[Data items]
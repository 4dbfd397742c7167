//! The robust window against brute force: at every corner of the
//! uncertainty box and at sampled interior points, the true window (the
//! f64 transition) contains the robust one; and the robust window is tight
//! (its opening is the corners' latest, its close within 1e-6 of the
//! densest sampled earliest).

use proptest::prelude::*;
use timing_core::robust::{robust_window, Uncertainty};
use timing_core::{CellPoint, Error, Quantity, Tank, Transition};

fn window(l: f64, c: f64, v: f64, i: f64) -> Option<(f64, f64)> {
    let t = Transition::new(&Tank::new(l, c).unwrap(), &CellPoint::new(v, i).unwrap()).unwrap();
    t.window().map(|w| (w.open_s, w.close_s))
}

proptest! {
    #![proptest_config(ProptestConfig::with_cases(48))]

    #[test]
    fn the_robust_window_lies_inside_every_true_window(
        l0 in 0.3e-6f64..10e-6,
        c0 in 1e-9f64..40e-9,
        v0 in 10.0f64..400.0,
        j0 in 1.05f64..6.0,
        a in 0.0f64..0.2,
        b in 0.0f64..0.2,
        ev in 0.0f64..0.05,
        ei in 0.0f64..0.05,
        samples in proptest::collection::vec((0.0f64..1.0, 0.0f64..1.0, 0.0f64..1.0, 0.0f64..1.0), 300),
    ) {
        let z0 = (l0 / c0).sqrt();
        let i0 = j0 * v0 / z0;
        let u = Uncertainty::new(a, b, ev, ei, 0.0).unwrap();
        let rw = robust_window(&Tank::new(l0, c0).unwrap(), &CellPoint::new(v0, i0).unwrap(), &u).unwrap();
        // The true point (V, I) given the sensed (v0, i0) and the errors.
        let point = |fl: f64, fc: f64, fv: f64, fi: f64| {
            let l = l0 * (1.0 - a + 2.0 * a * fl);
            let c = c0 * (1.0 - b + 2.0 * b * fc);
            let v = v0 * (1.0 - ev + 2.0 * ev * fv);
            let i = i0 * (1.0 - ei + 2.0 * ei * fi);
            window(l, c, v, i)
        };
        let mut all: Vec<(f64, f64, f64, f64)> = Vec::new();
        for k in 0..16u32 {
            let bit = |n: u32| f64::from((k >> n) & 1);
            all.push((bit(0), bit(1), bit(2), bit(3)));
        }
        all.extend(samples);
        // A regular grid as well: the earliest close can sit inside the box
        // (near J = 1.272, where the close is least), in a region random
        // samples may all miss, and the tightness check below needs the
        // true minimum, not a sampled one above it.
        for k in 0..9u32.pow(4) {
            let at = |n: u32| f64::from((k / 9u32.pow(n)) % 9) / 8.0;
            all.push((at(0), at(1), at(2), at(3)));
        }
        let mut latest_open_corner = 0.0f64;
        let mut earliest_close = f64::INFINITY;
        let mut any_without_zvs = false;
        for (n, &(fl, fc, fv, fi)) in all.iter().enumerate() {
            match point(fl, fc, fv, fi) {
                Some((o, c)) => {
                    if n < 16 {
                        latest_open_corner = latest_open_corner.max(o);
                    }
                    earliest_close = earliest_close.min(c);
                    if let Some(w) = rw {
                        let eps = 1e-12 * c;
                        prop_assert!(w.open_s >= o - eps, "opening {} before a true one {}", w.open_s, o);
                        prop_assert!(w.close_s <= c + eps, "close {} after a true one {}", w.close_s, c);
                    }
                }
                None => any_without_zvs = true,
            }
        }
        match rw {
            Some(w) => {
                prop_assert!(!any_without_zvs, "a robust window where some point has no ZVS");
                // Tight: the opening is the corners' latest (proven exact) ...
                prop_assert!((w.open_s - latest_open_corner).abs() <= 1e-12 * w.open_s);
                // ... and the close is not far below the sampled earliest.
                prop_assert!(earliest_close - w.close_s <= 0.05 * (earliest_close - w.open_s).max(1e-15) + 1e-9 * earliest_close);
            }
            None => {
                // Empty: either a point without ZVS exists at the corners'
                // lowest J, or the true windows do not overlap.
                let jmin = i0 * (1.0 - ei) / (v0 * (1.0 + ev)) * (l0 * (1.0 - a) / (c0 * (1.0 + b))).sqrt();
                prop_assert!(jmin < 1.0 || earliest_close < latest_open_corner + 1e-9 * earliest_close,
                    "empty robust window with J_min {jmin}, close {earliest_close}, open {latest_open_corner}");
            }
        }
    }
}

#[test]
fn the_close_is_the_dense_grid_minimum() {
    // Near J* = 1.272, where the close is least inside the box.
    let (l0, c0, v0) = (1.0e-6_f64, 6.8e-9_f64, 48.0_f64);
    let z0 = (l0 / c0).sqrt();
    let i0 = 1.272 * v0 / z0;
    let (a, b, ev, ei) = (0.03, 0.02, 0.01, 0.01);
    let u = Uncertainty::new(a, b, ev, ei, 0.0).unwrap();
    let w = robust_window(
        &Tank::new(l0, c0).unwrap(),
        &CellPoint::new(v0, i0).unwrap(),
        &u,
    )
    .unwrap()
    .unwrap();
    let n = 40;
    let mut least = f64::INFINITY;
    for p in 0..=n {
        for q in 0..=n {
            for r in 0..=n {
                let f = |k: i32| f64::from(k) / f64::from(n);
                let l = l0 * (1.0 - a + 2.0 * a * f(p));
                let c = c0 * (1.0 - b + 2.0 * b * f(q));
                let v = v0 * (1.0 - ev + 2.0 * ev * f(r));
                for s in [0.0, 0.25, 0.5, 0.75, 1.0] {
                    let i = i0 * (1.0 - ei + 2.0 * ei * s);
                    if let Some((_, cl)) = window(l, c, v, i) {
                        least = least.min(cl);
                    }
                }
            }
        }
    }
    println!(
        "robust close {:e}, dense-grid earliest {least:e}",
        w.close_s
    );
    assert!(w.close_s <= least);
    assert!(
        least - w.close_s <= 1e-6 * least,
        "{} vs {least}",
        w.close_s
    );
}

#[test]
fn jitter_shrinks_and_bad_tolerances_are_named() {
    let tank = Tank::new(1.0e-6_f64, 6.8e-9).unwrap();
    let cell = CellPoint::new(48.0_f64, 6.0).unwrap();
    let a = robust_window(
        &tank,
        &cell,
        &Uncertainty::new(0.05, 0.05, 0.01, 0.01, 0.0).unwrap(),
    )
    .unwrap()
    .unwrap();
    let b = robust_window(
        &tank,
        &cell,
        &Uncertainty::new(0.05, 0.05, 0.01, 0.01, 2e-9).unwrap(),
    )
    .unwrap()
    .unwrap();
    assert!(
        (b.open_s - a.open_s - 2e-9).abs() < 1e-15 && (a.close_s - b.close_s - 2e-9).abs() < 1e-15
    );
    // No uncertainty: the nominal window.
    let t = Transition::new(&tank, &cell).unwrap().window().unwrap();
    let n = robust_window(&tank, &cell, &Uncertainty::none())
        .unwrap()
        .unwrap();
    assert!((n.open_s - t.open_s).abs() < 1e-18 && (n.close_s - t.close_s).abs() < 1e-15);
    assert!(matches!(
        Uncertainty::new(0.7_f64, 0.0, 0.0, 0.0, 0.0),
        Err(Error::OutOfRange {
            quantity: Quantity::ResonantInductance,
            ..
        })
    ));
    assert!(matches!(
        Uncertainty::new(0.0_f64, 0.0, 0.0, 0.0, -1.0),
        Err(Error::Negative {
            quantity: Quantity::Interval,
            ..
        })
    ));
    // A box reaching below the ZVS boundary has no robust window.
    let light = CellPoint::new(48.0, 4.2).unwrap(); // J = 1.06
    assert!(robust_window(
        &tank,
        &light,
        &Uncertainty::new(0.1, 0.1, 0.02, 0.02, 0.0).unwrap()
    )
    .unwrap()
    .is_none());
}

* What to produce *
Could you set down each entry above word for word?

* Written solution *
repository 4dbfd397742c7167
//! The robust window against brute force: at every corner of the
//! uncertainty box and at sampled interior points, the true window (the
//! f64 transition) contains the robust one; and the robust window is tight
//! (its opening is the corners' latest, its close within 1e-6 of the
//! densest sampled earliest).

use proptest::prelude::*;
use timing_core::robust::{robust_window, Uncertainty};
use timing_core::{CellPoint, Error, Quantity, Tank, Transition};

fn window(l: f64, c: f64, v: f64, i: f64) -> Option<(f64, f64)> {
    let t = Transition::new(&Tank::new(l, c).unwrap(), &CellPoint::new(v, i).unwrap()).unwrap();
    t.window().map(|w| (w.open_s, w.close_s))
}

proptest! {
    #![proptest_config(ProptestConfig::with_cases(48))]

    #[test]
    fn the_robust_window_lies_inside_every_true_window(
        l0 in 0.3e-6f64..10e-6,
        c0 in 1e-9f64..40e-9,
        v0 in 10.0f64..400.0,
        j0 in 1.05f64..6.0,
        a in 0.0f64..0.2,
        b in 0.0f64..0.2,
        ev in 0.0f64..0.05,
        ei in 0.0f64..0.05,
        samples in proptest::collection::vec((0.0f64..1.0, 0.0f64..1.0, 0.0f64..1.0, 0.0f64..1.0), 300),
    ) {
        let z0 = (l0 / c0).sqrt();
        let i0 = j0 * v0 / z0;
        let u = Uncertainty::new(a, b, ev, ei, 0.0).unwrap();
        let rw = robust_window(&Tank::new(l0, c0).unwrap(), &CellPoint::new(v0, i0).unwrap(), &u).unwrap();
        // The true point (V, I) given the sensed (v0, i0) and the errors.
        let point = |fl: f64, fc: f64, fv: f64, fi: f64| {
            let l = l0 * (1.0 - a + 2.0 * a * fl);
            let c = c0 * (1.0 - b + 2.0 * b * fc);
            let v = v0 * (1.0 - ev + 2.0 * ev * fv);
            let i = i0 * (1.0 - ei + 2.0 * ei * fi);
            window(l, c, v, i)
        };
        let mut all: Vec<(f64, f64, f64, f64)> = Vec::new();
        for k in 0..16u32 {
            let bit = |n: u32| f64::from((k >> n) & 1);
            all.push((bit(0), bit(1), bit(2), bit(3)));
        }
        all.extend(samples);
        // A regular grid as well: the earliest close can sit inside the box
        // (near J = 1.272, where the close is least), in a region random
        // samples may all miss, and the tightness check below needs the
        // true minimum, not a sampled one above it.
        for k in 0..9u32.pow(4) {
            let at = |n: u32| f64::from((k / 9u32.pow(n)) % 9) / 8.0;
            all.push((at(0), at(1), at(2), at(3)));
        }
        let mut latest_open_corner = 0.0f64;
        let mut earliest_close = f64::INFINITY;
        let mut any_without_zvs = false;
        for (n, &(fl, fc, fv, fi)) in all.iter().enumerate() {
            match point(fl, fc, fv, fi) {
                Some((o, c)) => {
                    if n < 16 {
                        latest_open_corner = latest_open_corner.max(o);
                    }
                    earliest_close = earliest_close.min(c);
                    if let Some(w) = rw {
                        let eps = 1e-12 * c;
                        prop_assert!(w.open_s >= o - eps, "opening {} before a true one {}", w.open_s, o);
                        prop_assert!(w.close_s <= c + eps, "close {} after a true one {}", w.close_s, c);
                    }
                }
                None => any_without_zvs = true,
            }
        }
        match rw {
            Some(w) => {
                prop_assert!(!any_without_zvs, "a robust window where some point has no ZVS");
                // Tight: the opening is the corners' latest (proven exact) ...
                prop_assert!((w.open_s - latest_open_corner).abs() <= 1e-12 * w.open_s);
                // ... and the close is not far below the sampled earliest.
                prop_assert!(earliest_close - w.close_s <= 0.05 * (earliest_close - w.open_s).max(1e-15) + 1e-9 * earliest_close);
            }
            None => {
                // Empty: either a point without ZVS exists at the corners'
                // lowest J, or the true windows do not overlap.
                let jmin = i0 * (1.0 - ei) / (v0 * (1.0 + ev)) * (l0 * (1.0 - a) / (c0 * (1.0 + b))).sqrt();
                prop_assert!(jmin < 1.0 || earliest_close < latest_open_corner + 1e-9 * earliest_close,
                    "empty robust window with J_min {jmin}, close {earliest_close}, open {latest_open_corner}");
            }
        }
    }
}

#[test]
fn the_close_is_the_dense_grid_minimum() {
    // Near J* = 1.272, where the close is least inside the box.
    let (l0, c0, v0) = (1.0e-6_f64, 6.8e-9_f64, 48.0_f64);
    let z0 = (l0 / c0).sqrt();
    let i0 = 1.272 * v0 / z0;
    let (a, b, ev, ei) = (0.03, 0.02, 0.01, 0.01);
    let u = Uncertainty::new(a, b, ev, ei, 0.0).unwrap();
    let w = robust_window(
        &Tank::new(l0, c0).unwrap(),
        &CellPoint::new(v0, i0).unwrap(),
        &u,
    )
    .unwrap()
    .unwrap();
    let n = 40;
    let mut least = f64::INFINITY;
    for p in 0..=n {
        for q in 0..=n {
            for r in 0..=n {
                let f = |k: i32| f64::from(k) / f64::from(n);
                let l = l0 * (1.0 - a + 2.0 * a * f(p));
                let c = c0 * (1.0 - b + 2.0 * b * f(q));
                let v = v0 * (1.0 - ev + 2.0 * ev * f(r));
                for s in [0.0, 0.25, 0.5, 0.75, 1.0] {
                    let i = i0 * (1.0 - ei + 2.0 * ei * s);
                    if let Some((_, cl)) = window(l, c, v, i) {
                        least = least.min(cl);
                    }
                }
            }
        }
    }
    println!(
        "robust close {:e}, dense-grid earliest {least:e}",
        w.close_s
    );
    assert!(w.close_s <= least);
    assert!(
        least - w.close_s <= 1e-6 * least,
        "{} vs {least}",
        w.close_s
    );
}

#[test]
fn jitter_shrinks_and_bad_tolerances_are_named() {
    let tank = Tank::new(1.0e-6_f64, 6.8e-9).unwrap();
    let cell = CellPoint::new(48.0_f64, 6.0).unwrap();
    let a = robust_window(
        &tank,
        &cell,
        &Uncertainty::new(0.05, 0.05, 0.01, 0.01, 0.0).unwrap(),
    )
    .unwrap()
    .unwrap();
    let b = robust_window(
        &tank,
        &cell,
        &Uncertainty::new(0.05, 0.05, 0.01, 0.01, 2e-9).unwrap(),
    )
    .unwrap()
    .unwrap();
    assert!(
        (b.open_s - a.open_s - 2e-9).abs() < 1e-15 && (a.close_s - b.close_s - 2e-9).abs() < 1e-15
    );
    // No uncertainty: the nominal window.
    let t = Transition::new(&tank, &cell).unwrap().window().unwrap();
    let n = robust_window(&tank, &cell, &Uncertainty::none())
        .unwrap()
        .unwrap();
    assert!((n.open_s - t.open_s).abs() < 1e-18 && (n.close_s - t.close_s).abs() < 1e-15);
    assert!(matches!(
        Uncertainty::new(0.7_f64, 0.0, 0.0, 0.0, 0.0),
        Err(Error::OutOfRange {
            quantity: Quantity::ResonantInductance,
            ..
        })
    ));
    assert!(matches!(
        Uncertainty::new(0.0_f64, 0.0, 0.0, 0.0, -1.0),
        Err(Error::Negative {
            quantity: Quantity::Interval,
            ..
        })
    ));
    // A box reaching below the ZVS boundary has no robust window.
    let light = CellPoint::new(48.0, 4.2).unwrap(); // J = 1.06
    assert!(robust_window(
        &tank,
        &light,
        &Uncertainty::new(0.1, 0.1, 0.02, 0.02, 0.0).unwrap()
    )
    .unwrap()
    .is_none());
}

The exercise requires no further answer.